HARTFORD, Conn. (AP) - Connecticut regulators are investigating why utility Eversource has nearly doubled the number of electricity service shut-offs for nonpayment over the past few years, U.S. Sen. Chris Murphy said Friday.

The Connecticut Democrat said he received a letter from Katie Dykes, chairwoman of the state Public Utilities Regulatory Authority, saying the agency is reviewing utility policies on termination of service. In the letter, Dykes called the review a “proceeding on the subject of uncollectible accounts” and electricity and gas distribution companies will be invited to take part.

Murphy called for an investigation after WTNH-TV reported in February that Eversource’s disconnections increased to nearly 52,300 in 2017 from about 28,900 in 2015, based on the regulatory authority’s data.

“I’m glad that PURA is taking such swift action to figure out why Eversource disconnected so many customers,” Murphy said in a statement.

Eversource officials said Friday that they will cooperate with the agency’s review.
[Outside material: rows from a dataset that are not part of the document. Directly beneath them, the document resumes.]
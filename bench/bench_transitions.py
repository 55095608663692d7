"""Transition curves: plan + check time of routes with clothoids against the same routes
without them, interleaved in one run (target: at most 1.5x)."""

from __future__ import annotations

import dataclasses
import statistics
import time
from pathlib import Path

ROOT = Path(__file__).resolve().parent.parent
TARGET = 1.5
CASES = (  # (project, extra chassis limits so that transitions apply)
    ("clinic_smooth.swathe.json", {}),
    ("depot_ackermann_smooth.swathe.json", {}),
    ("depot.swathe.json", {"max_wheel_accel_radps2": 6.0}),
    ("clinic.swathe.json", {"max_wheel_accel_radps2": 6.0}),
)


def _plan_and_check(project, index, transitions: str) -> float:
    from kinematics.check.clearance import check_route
    from kinematics.plan.planner import plan_route

    t0 = time.perf_counter()
    for r in project.routes:
        route = dataclasses.replace(r, transitions=transitions)
        plan = plan_route(route, project.chassis)
        check_route(plan, project.chassis, index, route_name=route.name, route=route)
    return time.perf_counter() - t0


def run(quick: bool = False) -> list[dict]:
    from kinematics.check import sweep
    from kinematics.check.clearance import ObstacleIndex
    from kinematics.files.project import load_project
    from kinematics.plan import planner

    rows = []
    reps = 5 if quick else 21
    for name, extra in CASES:
        proj = load_project(ROOT / "sample_floorplans" / name)
        proj = dataclasses.replace(proj, chassis=dataclasses.replace(proj.chassis, **extra))
        index = ObstacleIndex(proj.floorplan)
        _plan_and_check(proj, index, "clothoid")  # warm imports and the sharpness cache
        with_t, without_t = [], []
        for _ in range(reps):
            # Cold caches each run: only what one plan and check reuses within itself counts.
            planner._sharpness.cache_clear()
            sweep.clear_caches()
            with_t.append(_plan_and_check(proj, index, "clothoid"))
            without_t.append(_plan_and_check(proj, index, "none"))
        w, wo = statistics.median(with_t), statistics.median(without_t)
        # Each run's ratio against the run without transitions next to it: the median ratio
        # and its spread (min-max over the interleaved pairs).
        pair = sorted(a / b for a, b in zip(with_t, without_t))
        rows.append({"name": f"plan+check with transitions: {name}", "value": w * 1000,
                     "unit": "ms", "baseline": wo * 1000, "ratio": w / wo, "target": TARGET,
                     "ok": w / wo <= TARGET,
                     "spread": f"ms {min(with_t) * 1000:.1f}/{w * 1000:.1f}/"
                               f"{max(with_t) * 1000:.1f}; pair ratio median "
                               f"{statistics.median(pair):.2f} ({pair[0]:.2f}-{pair[-1]:.2f})"})
    return rows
They said the company, which provides electricity to 1.2 million customers in Connecticut, offers a variety of programs to help customers with their bills.
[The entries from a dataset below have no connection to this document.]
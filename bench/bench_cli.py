"""``swathe check`` end to end, as a user runs it: building size and start-up.

(a) The same 40-waypoint cross-aisle route checked on three generated warehouse plans
    (:mod:`bench.scenes`): the small plan (walls and the clutter next to the route), the
    100 x 60 m hall (~3,000 rack bays, ~20,000 solid edges) and the hall with its annex
    (~50,000 edges). A fresh process each run, the three interleaved; the ratio of medians
    against the small plan (targets <= 1.2 and <= 1.5).
(b) ``swathe check`` on the clinic sample against ``python -c "import numpy, shapely"``, both
    fresh processes, interleaved (target <= 2): the command imports only what it needs.

Every child is pinned to one CPU (the same one) where the system allows it.
"""

from __future__ import annotations

import os
import statistics
import subprocess
import sys
import tempfile
import time
from pathlib import Path

HERE = Path(__file__).resolve().parent
ROOT = HERE.parent
sys.path.insert(0, str(HERE))
sys.path.insert(0, str(ROOT))

import scenes  # noqa: E402


def _pin() -> None:
    try:
        cpus = sorted(os.sched_getaffinity(0))
        os.sched_setaffinity(0, {cpus[-1]})
    except (AttributeError, OSError):
        pass


def _run_s(args: list[str]) -> float:
    env = dict(os.environ, PYTHONPATH=str(ROOT))
    t0 = time.perf_counter()
    out = subprocess.run(args, capture_output=True, text=True, env=env, preexec_fn=_pin,
                         cwd=str(ROOT))
    dt = time.perf_counter() - t0
    if out.returncode not in (0, 1):
        raise RuntimeError(f"{args}: exit {out.returncode}: {out.stderr.strip()[-300:]}")
    return dt


def run(quick: bool) -> list[dict]:
    rounds = 5 if quick else 15
    tmp = Path(tempfile.mkdtemp(prefix="swathe-bench-cli-"))
    projects = {kind: scenes.write_scene(tmp, kind) for kind in ("small", "full", "annex")}
    edges = {kind: scenes.edge_count(scenes.warehouse_dict(kind)) for kind in projects}
    bays = sum(1 for o in scenes.warehouse_dict("full")["obstacles"]
               if o["label"].startswith("rack"))
    py = sys.executable
    fns = {kind: (lambda p=p: _run_s([py, "-m", "app.cli", "check", str(p)]))
           for kind, p in projects.items()}
    clinic = str(ROOT / "sample_floorplans" / "clinic.swathe.json")
    fns["clinic"] = lambda: _run_s([py, "-m", "app.cli", "check", clinic])
    fns["imports"] = lambda: _run_s([py, "-c", "import numpy, shapely"])
    # Each call returns its own wall time (the child's); interleaved rounds.
    times: dict[str, list[float]] = {k: [] for k in fns}
    for fn in fns.values():
        fn()
    for _ in range(rounds):
        for k, fn in fns.items():
            times[k].append(fn())
    med = {k: statistics.median(v) for k, v in times.items()}
    rows = [scenes.row(f"cli check, small plan ({edges['small']} edges)", med["small"] * 1e3,
                       "ms", spread_txt=scenes.spread(times["small"], 1e3))]
    for kind, limit in (("full", 1.2), ("annex", 1.5)):
        ratio = med[kind] / med["small"]
        label = (f"cli check, {edges[kind]}-edge hall ({bays} bays)" if kind == "full" else
                 f"cli check, {edges[kind]}-edge hall + annex")
        rows.append(scenes.row(label + " / small", med[kind] * 1e3, "ms", med["small"] * 1e3,
                               ratio, f"<= {limit}", ratio <= limit,
                               scenes.spread(times[kind], 1e3)))
    ratio = med["clinic"] / med["imports"]
    rows.append(scenes.row("cli check clinic / import numpy, shapely", med["clinic"] * 1e3,
                           "ms", med["imports"] * 1e3, ratio, "<= 2", ratio <= 2.0,
                           scenes.spread(times["clinic"], 1e3)))
    return rows


if __name__ == "__main__":
    for r in run(quick="--quick" in sys.argv):
        print(r)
“As an energy provider, the last thing we want to do is shut off a customer’s power,” Eversource spokeswoman Tricia Taskey Modifica said. “However it’s important to note unpaid bills drive up costs for everyone else. We always suggest customers call us immediately if they’re having difficulty paying their bill so we can work with them.”

A company spokesman previously said the increase in service terminations could have been due to rising energy prices.

Murphy said wholesale electricity prices have remained comparatively low and Eversource’s disconnections warranted a review of its customer outreach efforts. Eversource officials responded that the company provides a significant amount of information to its customers.

Dykes said the regulatory agency also will be inviting community action agencies, advocates for low-income families, the state Office of Consumer Counsel and others to participate in the review.